I just decided to start fresh on my acnl and did a good number of map resets to get a half decent layout (for what I wanted), got to the train station - red - okay that's fine could be worse .. then I saw the pears


----------



## ja2mine (Jul 24, 2017)

I have pears! It makes me so mad because not even the perfect pears are pretty to look at! Especially if you want a town set in cherry blossom season... the pears don't match!! I've been replacing all the pears with peaches though.


----------



## Strawberryllama (Jul 25, 2017)

Cherries are just so boring to me. I see the pain with pairs though.


----------



## axo (Jul 25, 2017)

I have pears and I just hate them so much. I only stuck with the town because 2 of my dreamies (Moe and Vesta) already lived there. Also, I gotta say, I'm a little surprised people don't like oranges. I love the way they look and the perfect fruits look really cute.


----------



## Mellyjan3 (Jul 25, 2017)

I HATE oranges and i feel like i get them bc i live in florida lol i had to reset such a good map when i restarted bc of oranges.


----------



## GreatUsername (Jul 25, 2017)

_hate pears_
In my town though, but that's made fine by mostly planting the perfect variety (which looks fine) and just having all the other fruits scattered about
Really like the appearance of apples, would've been nice if they ended up in my town


----------



## IronClocks (Jul 25, 2017)

I was gonna put pears bc I don't enjoy the taste irl. But then I remembered that perfect oranges look really weird..


----------



## primandimproper (Jul 25, 2017)

I loathe peaches. I've had them as my native fruit in nearly every save file I started and I can't take it anymore. I just want something different, that's one of the reasons why I reset in the first place.


----------



## al-tirah (Jul 25, 2017)

I'd have to say pears just coz it doesn't look good on trees.


----------



## Aazia (Jul 25, 2017)

I love peaches but i dont like cherries tbh but then my town fruit is second most hated luckily i dont have pears but ye.. PEACHES ARE LIKE GOLD WHEN THEY ARE PERFECTTT    idk random xD


----------



## Yorksii (Jul 25, 2017)

I will have to say pears. The color is kind of gross (no offense) and the perfect version is even worse... To be honest, I don't really like cherries that much either. I am stuck with them, though D:


----------



## Daysie (Jul 25, 2017)

Pears, I don`t like them.


----------



## Chelinka (Jul 26, 2017)

Screw pears tbh. But I also don't like cherries. The perfect ones just don't look as nice...I'd rather have apples.


----------



## Flare (Jul 27, 2017)

Not surprised at all seeing Pears and Oranges being terrible to many.


----------



## Lululand (Jul 27, 2017)

I don't really hate any of them tbh, because I think they can all save a purpose depending on what kind of town you want to build.

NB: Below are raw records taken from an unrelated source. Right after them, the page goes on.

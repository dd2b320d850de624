package server

import (
	"context"
	"io"

	"github.com/labstack/echo/v4"

	"tripwell/export"
	"tripwell/forms"
	"tripwell/store"
)

const (
	workbookKind = "application/vnd.openxmlformats-officedocument.spreadsheetml.sheet"
	pdfKind      = "application/pdf"
)

// exportTaken writes down that something leaves the house, before it leaves.
func (s *Server) exportTaken(ctx context.Context, by, what, site string, from, to forms.Day) error {
	body := map[string]any{"what": what, "site": site, "from": from.String(), "to": to.String()}
	_, err := s.store.Append(ctx, store.Draft{Kind: "export.taken", Log: "office", Subject: by, By: by, Body: body})
	return err
}

// workbookAsk reads which part of the store is asked for: site (id or code), from and to (test days); name is for the
// file.
func (s *Server) workbookAsk(c echo.Context, sc store.Scope) (ask export.WorkbookAsk, name string, err error) {
	return s.workbookAsked(sc, c.QueryParam)
}

// workbookAsked reads the same from wherever it was typed.
func (s *Server) workbookAsked(sc store.Scope, get func(string) string) (ask export.WorkbookAsk, name string, err error) {
	if ask.From, err = dayTyped("from", get("from")); err != nil {
		return ask, "", err
	}
	if ask.To, err = dayTyped("to", get("to")); err != nil {
		return ask, "", err
	}
	if ask.From != forms.NoDay && ask.To != forms.NoDay && ask.To < ask.From {
		return ask, "", refuse(codeInvalid, "to", "The period ends before it begins. Swap its two days.")
	}
	if sc.Period != nil { // what lies outside is not shown; the cover says the period it was read for
		if ask.From == forms.NoDay || ask.From < sc.Period.From {
			ask.From = sc.Period.From
		}
		if ask.To == forms.NoDay || ask.To > sc.Period.To {
			ask.To = sc.Period.To
		}
		if ask.To < ask.From {
			return ask, "", refuse(codeInvalid, "from", "Your access is for tests of "+sc.Period.From.String()+" to "+sc.Period.To.String()+". Choose days within.")
		}
	}
	if p, err := s.store.Person(sc.Person); err == nil {
		ask.Access = s.accessWords(p)
	}
	ask.Site, name, err = s.siteAsked(sc, get("site"))
	return ask, name, err
}

// sendWorkbook sends the workbook of a scope; the office page and the owner's face send the same one.
func (s *Server) sendWorkbook(c echo.Context, sc store.Scope, by string) error {
	ask, name, err := s.workbookAsk(c, sc)
	if err != nil {
		return err
	}
	if err := s.exportTaken(c.Request().Context(), by, "workbook", ask.Site, ask.From, ask.To); err != nil {
		return err
	}
	return s.download(c, workbookKind, "tripwell-"+name+".xlsx", func(w io.Writer) error {
		return export.WorkbookOf(w, s.store, sc, ask)
	})
}

// siteAsked resolves an optional site, so that a wrong one is told before anything is written down: its id, and its code
// for the file's name ("all" without a site).
func (s *Server) siteAsked(sc store.Scope, idOrCode string) (id, name string, err error) {
	if idOrCode == "" {
		return "", "all", nil
	}
	err = s.store.View(sc, func(v *store.View) error {
		site, err := v.Site(idOrCode)
		id, name = site.ID, site.Code
		return err
	})
	return id, name, err
}

// sendTable sends one sheet of the workbook. Query: as the workbook's, and sheet and as (csv or jsonl).
func (s *Server) sendTable(c echo.Context, sc store.Scope, by string) error {
	ask, name, err := s.workbookAsk(c, sc)
	if err != nil {
		return err
	}
	sheet, as := c.QueryParam("sheet"), c.QueryParam("as")
	if err := export.KnownTable(sheet, as); err != nil {
		return err
	}
	if err := s.exportTaken(c.Request().Context(), by, "table", ask.Site, ask.From, ask.To); err != nil {
		return err
	}
	kind := map[string]string{"csv": "text/csv; charset=utf-8; header=present", "jsonl": "application/jsonl"}[as]
	if s.store.Demo() {
		name = "DEMO-" + name // a table has no room for the mark
	}
	return s.download(c, kind, "tripwell-"+name+"-"+sheet+"."+as, func(w io.Writer) error {
		return export.TableOf(w, s.store, sc, ask, sheet, as)
	})
}

// tableTake and ownTable are its two doors.
func (s *Server) tableTake(c echo.Context) error { return s.sendTable(c, scope(c), person(c).ID) }

func (s *Server) ownTable(c echo.Context) error {
	by, err := s.ownBy(c)
	if err != nil {
		return err
	}
	return s.sendTable(c, ownerScope, by)
}
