package server

import (
	"bytes"
	"crypto/sha256"
	"encoding/hex"
	"encoding/json"
	"image"
	"image/jpeg"
	"net/http"
	"regexp"
	"strings"
	"testing"

	"github.com/santhosh-tekuri/jsonschema/v6"
)

// recorded is a real request and its answer, by the operation they belong to.
type recorded struct {
	method, path string
	request      []byte
	answer       answer
}

// apiOf reads the document and compiles its schemas (JSON Schema 2020-12, which OpenAPI 3.1 uses).
func apiOf(t *testing.T) (doc map[string]any, schema func(pointer string) *jsonschema.Schema) {
	t.Helper()
	v, err := jsonschema.UnmarshalJSON(bytes.NewReader(apiDocument))
	must(t, err)
	c := jsonschema.NewCompiler()
	c.AssertFormat()
	must(t, c.AddResource("api.json", v))
	return v.(map[string]any), func(pointer string) *jsonschema.Schema {
		s, err := c.Compile("api.json#" + pointer)
		must(t, err)
		return s
	}
}

// Every call of the exchange is described, and nothing that is not there.
func TestAPI_DescribesTheRoutesThatAre(t *testing.T) {
	doc, _ := apiOf(t)
	if v, _ := doc["openapi"].(string); !strings.HasPrefix(v, "3.1.") {
		t.Errorf("got version %q, want OpenAPI 3.1", v)
	}
	described := map[string]bool{}
	for path, item := range doc["paths"].(map[string]any) {
		for method := range item.(map[string]any) {
			described[strings.ToUpper(method)+" "+path] = true
		}
	}
	param := regexp.MustCompile(`:(\w+)`)
	for _, r := range publicRoutes() {
		key := r.method + " " + param.ReplaceAllString(r.path, "{$1}")
		if machine := strings.HasPrefix(r.path, "/exchange/") || strings.HasPrefix(r.path, "/calendar/"); machine && !described[key] {
			t.Errorf("%s is not described", key)
		}
		delete(described, key)
	}
	for key := range described {
		t.Errorf("%s is described and there is no such route", key)
	}
}

// Requests and answers as they really are, held against the schemas; every operation with JSON is among them.
func TestAPI_AnswersAreOfTheirSchemas(t *testing.T) {
	doc, schema := apiOf(t)
	seen := map[string]bool{}
	for _, got := range recordedExchange(t) {
		operation := doc["paths"].(map[string]any)[got.path].(map[string]any)[strings.ToLower(got.method)].(map[string]any)
		at := "/paths/" + strings.ReplaceAll(got.path, "/", "~1") + "/" + strings.ToLower(got.method)
		status := "200"
		if got.answer.status != 200 {
			status = "default"
		}
		if strings.HasPrefix(got.answer.header.Get("Content-Type"), "application/json") {
			pointer := at + "/responses/200/content/application~1json/schema"
			if status == "default" {
				pointer = "/components/schemas/Error"
			}
			v, err := jsonschema.UnmarshalJSON(strings.NewReader(got.answer.body))
			must(t, err)
			if err := schema(pointer).Validate(v); err != nil {
				t.Errorf("%s %s answered %d: %v\n%.400s", got.method, got.path, got.answer.status, err, got.answer.body)
			}
		}
		if body, ok := operation["requestBody"].(map[string]any); ok && status == "200" {
			if _, isJSON := body["content"].(map[string]any)["application/json"]; isJSON {
				v, err := jsonschema.UnmarshalJSON(bytes.NewReader(got.request))
				must(t, err)
				if err := schema(at + "/requestBody/content/application~1json/schema").Validate(v); err != nil {
					t.Errorf("%s %s asked: %v", got.method, got.path, err)
				}
			}
		}
		if status == "200" {
			seen[got.method+" "+got.path] = true
		}
	}
	for path, item := range doc["paths"].(map[string]any) {
		for method := range item.(map[string]any) {
			if key := strings.ToUpper(method) + " " + path; !seen[key] && path != "/calendar/{token}" && path != "/exchange/renew" {
				t.Errorf("%s is in no record: its schema is held against nothing", key)
			}
		}
	}
	v, err := jsonschema.UnmarshalJSON(strings.NewReader(`{"receipts":[{"id":"x","state":"lost","store":"a","epoch":1}],"now":"2026-12-01T07:52:00.000Z"}`))
	must(t, err)
	if schema("/components/schemas/Receipts").Validate(v) == nil {
		t.Error("a receipt of an unknown state fits: the schemas hold nothing back")
	}
}

// recordedExchange goes through the exchange as a phone does, with some requests that are refused.
func recordedExchange(t *testing.T) (out []recorded) {
	t.Helper()
	r := newRig(t, 2)
	var photo bytes.Buffer
	must(t, jpeg.Encode(&photo, image.NewGray(image.Rect(0, 0, 40, 30)), nil))
	sum := sha256.Sum256(photo.Bytes())
	name := hex.EncodeToString(sum[:])
	h := r.enrol(r.crew)
	entry := h.entry(r.devices[0], 4.5)
	entry.Body.(set)["photos"] = []string{name}

	enrol := []byte(`{"installation":"` + newID() + `"}`)
	req, err := http.NewRequest(http.MethodPost, r.url+"/exchange/enrol", bytes.NewReader(enrol))
	must(t, err)
	req.Header.Set("Sec-Fetch-Site", "same-origin")
	out = append(out, recorded{"POST", "/exchange/enrol", enrol, r.do(r.signIn(r.crew), req)})

	send := func(path, query string, body []byte) answer {
		got := h.send(path+query, body)
		out = append(out, recorded{"POST", path, body, got})
		return got
	}
	fetch := func(path, query string) answer {
		got := h.fetch(path + query)
		out = append(out, recorded{"GET", path, nil, got})
		return got
	}
	send("/exchange/push", "", pushBody(t, entry.bytes(t), `{"damaged`))
	send("/exchange/push", "", pushBody(t, entry.bytes(t)))
	send("/exchange/push", "", []byte(`{"protocol":99,"sent":"","records":[]}`))
	send("/exchange/photo", "?entry="+entry.ID+"&sha256="+name, photo.Bytes())
	send("/exchange/ask", "", []byte(`{"ids":["`+entry.ID+`"]}`))
	send("/exchange/renew", "", enrol)
	fetch("/exchange/people", "")
	fetch("/exchange/entry", "?id="+entry.ID)
	fetch("/exchange/snapshot", "?log="+r.site)
	fetch("/exchange/pull", "?log="+r.site)
	fetch("/exchange/pull", "?log=")
	fetch("/exchange/head", "?log="+r.site+"&from=1&own=2")
	var logs logsAnswer
	must(t, json.Unmarshal([]byte(fetch("/exchange/logs", "").body), &logs))
	for _, l := range logs.Logs {
		if l.Log == r.site {
			body, err := json.Marshal(headDoubted{Log: l.Log, Size: l.Size, Root: l.Root})
			must(t, err)
			send("/exchange/head", "", body)
		}
	}
	return out
}

func TestAPI_IsReadByProgramsAndPeople(t *testing.T) {
	r := newRig(t, 0)
	req, err := http.NewRequest(http.MethodGet, r.url+"/api", nil)
	must(t, err)
	if got := r.do(browser(t), req); got.status != 200 || got.body != string(apiDocument) {
		t.Errorf("a program got %d, %d bytes", got.status, len(got.body))
	}
	page := r.open(browser(t), "/api")
	for _, want := range []string{"POST /exchange/push", "GET /exchange/snapshot", "bearer token"} {
		if !strings.Contains(page.body, want) {
			t.Errorf("the page lacks %q", want)
		}
	}
}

I really didn't care much for oranges until I wanted to make an orange-and-blue themed town and I never would've been able to do it if orange trees didn't exist. 

I also used to loathe pears but golden perfect pears look AMAZING on wintery brown trees in golden-themed towns. I guess it's kind of a bummer that normal pears are still barely distinguishable from trees for most of the year, but what choice did the creators have? Pears are green, there's nothing you can do about it


----------



## Flare (Jul 28, 2017)

Welp, finally found a good map, and I got Pears as Town Fruit. Lol. 

Bump.


----------



## moonphyx (Jul 29, 2017)

I guess I didn't realize you could basically replace your native fruit by planting any other fruit multiple times, I might just do that. I have a peach town which I like because it reminds me of cute lil princess peach, but Apples were my first and favorite fruit in the game. I actually agree with oranges being the ugliest, might be because it really isnt special to me in any way.


----------



## Zerous (Jul 29, 2017)

I personally like all of the town fruits, but my favourite are probably pears and cherries. When I was younger I'd always hope to get cherries but I've pretty much always gotten pears, and now pears have grown on me, especially since I had an inside joke with one of my friends about them.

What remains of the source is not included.